To avoid, this problem, I took a tip from the Ada language (which automatically zeroes each pointer passed to its equivalent of delete). I wrote the following C++ macros and use them in place of the regular delete and delete [] in all my code:
I replace all of my:
delete p; delete [] p;
lines with:
MY_DELETE (p); MY_DELETE_ARRAY (p);
Here are the macros:
// --------------------------------------------------------------------- // MY_DELETE and MY_DELETE_ARRAY // --------------------------------------------------------------------- // Calls delete and zeroes the pointer. // --------------------------------------------------------------------- #define MY_DELETE(ptr) { if ((ptr)) { delete (ptr); (ptr) = 0; } } #define MY_DELETE_ARRAY(ptr) { if ((ptr)) { delete [] (ptr); (ptr) = 0; } }
Note that the macros only delete the pointer that is actually passed to them, so if you have 2 pointers to the same thing, you still have to zero the other pointer manually.
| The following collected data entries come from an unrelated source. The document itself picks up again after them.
def reading_mark(units: Sequence[Unit], style: Style, requested: str = "auto") -> tuple[str, str]:
    """The decimal mark to read the manuscript with, and why (said to the user)."""
    if requested in (".", ","):
        return requested, f"numbers read with the decimal mark {requested!r} (as asked)"
    if requested != "auto":
        from ..errors import InputError

        raise InputError(f"--decimal-mark: {requested!r} is not '.', ',' or 'auto'")
    if style.decimal_mark == "." and not any(comma_typed(u.text) for u in units):
        return ".", ""  # no number typed with a decimal comma: the style's point (the points left uncounted: a third of the time)
    found = decimal_mark_of(u.text for u in units)
    if found is None or found[0] == style.decimal_mark:
        return style.decimal_mark, ""
    mark, commas, points = found
    kind = "commas" if mark == "," else "points"
    return mark, (f"numbers read with decimal {kind}: the manuscript types {max(commas, points)} numbers with a decimal {kind[:-1]} "
                  f"and {min(commas, points)} the other way (--decimal-mark to choose)")


def _above_unadjusted(rep: Reported, alpha: float) -> bool:
    """Whether the reported p could be an adjusted one: every multiple-comparison
    adjustment (Bonferroni, Holm, Šidák, Tukey, Scheffé, FDR) makes p larger,
    so a p below the unadjusted one is wrong whatever procedure the text names."""
    computed, reported = p_range(rep), reported_p_range(rep, alpha)
    return computed is None or reported is None or reported[1] >= computed[0]


_BETA = re.compile(r"β|\bbeta\b")  # a standardized coefficient named beside a b
# an interval of another shape than a Wald interval's, said in its paragraph or table: a bootstrap's, a Bayesian posterior's,
# an exact logistic model's median-unbiased estimate's (a ratio is not held to its centre or p there)
_OTHER_INTERVAL = re.compile(r"(?i)bootstrap|credib|bayes|posterior|median[- ]unbiased")
_ONE_SIDED_SAID = re.compile(r"(?i)(?:one|(?<![\d.])1)[- ]?(?:tailed|sided)|directional")


_STEP_BETWEEN = re.compile(r"[\s,;]*(?:and\s+)?")  # between a step's ΔR² and its F ("ΔR² = .05, F(1, 96) = 5.32")


def _one_sided_said(text: str, rep: Reported) -> "re.Match[str] | None":
    """Where the text around a statistic says its test was one-tailed (the 120 characters before it to 40 after)."""
    return _ONE_SIDED_SAID.search(text, max(0, rep.start - 120), min(len(text), rep.end + 40))


def audit_units(
    units: Sequence[Unit], style: "Style | str | None" = None, *, alpha: float = 0.05, grim_items: int | None = None,
    suggest_all: bool = False, check_italics: bool = False, restyle: bool = False, decimal_mark: str = "auto",
) -> list[Entry]:
    """Every statistic of the units with its findings; a suggestion for each
    statistic with findings (for every statistic with ``suggest_all``); with
    ``restyle``, the house-style text a tracked change can put in its place.
    Italics are judged only where the manuscript italicises some statistical
    symbols (then the others are inconsistent) or when ``check_italics``.
    Numbers are read with ``decimal_mark`` ("." or ","); "auto" reads them
    as the manuscript types them (`reading_mark`), and a mark other than the
    style's is then a style finding."""
    with _collector_paused():  # the audit's objects hold no reference cycles; collections over them are wasted work
        return _audit_units(units, style, alpha=alpha, grim_items=grim_items, suggest_all=suggest_all, check_italics=check_italics,
                            restyle=restyle, decimal_mark=decimal_mark)
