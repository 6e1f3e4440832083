"""Style profiles and the number engine."""

from .numbers import Numbers, numbers_for, round_half_up
from .profile import Style, builtin_styles, check_style_file, load_style

__all__ = ["Style", "load_style", "builtin_styles", "check_style_file", "Numbers", "numbers_for", "round_half_up"]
For example, in a linked list, the head pointer might point to the same thing as the pointer that you use to iterate over the list elements. If you delete all list elements via the iterating pointer, you still need to zero the head pointer.
Note: Don't name the macro simply DELETE if you want it to work on Windows. The standard Windows header files define another macro called DELETE for other reasons. Thanks to Howard Kapustein for reminding me of this.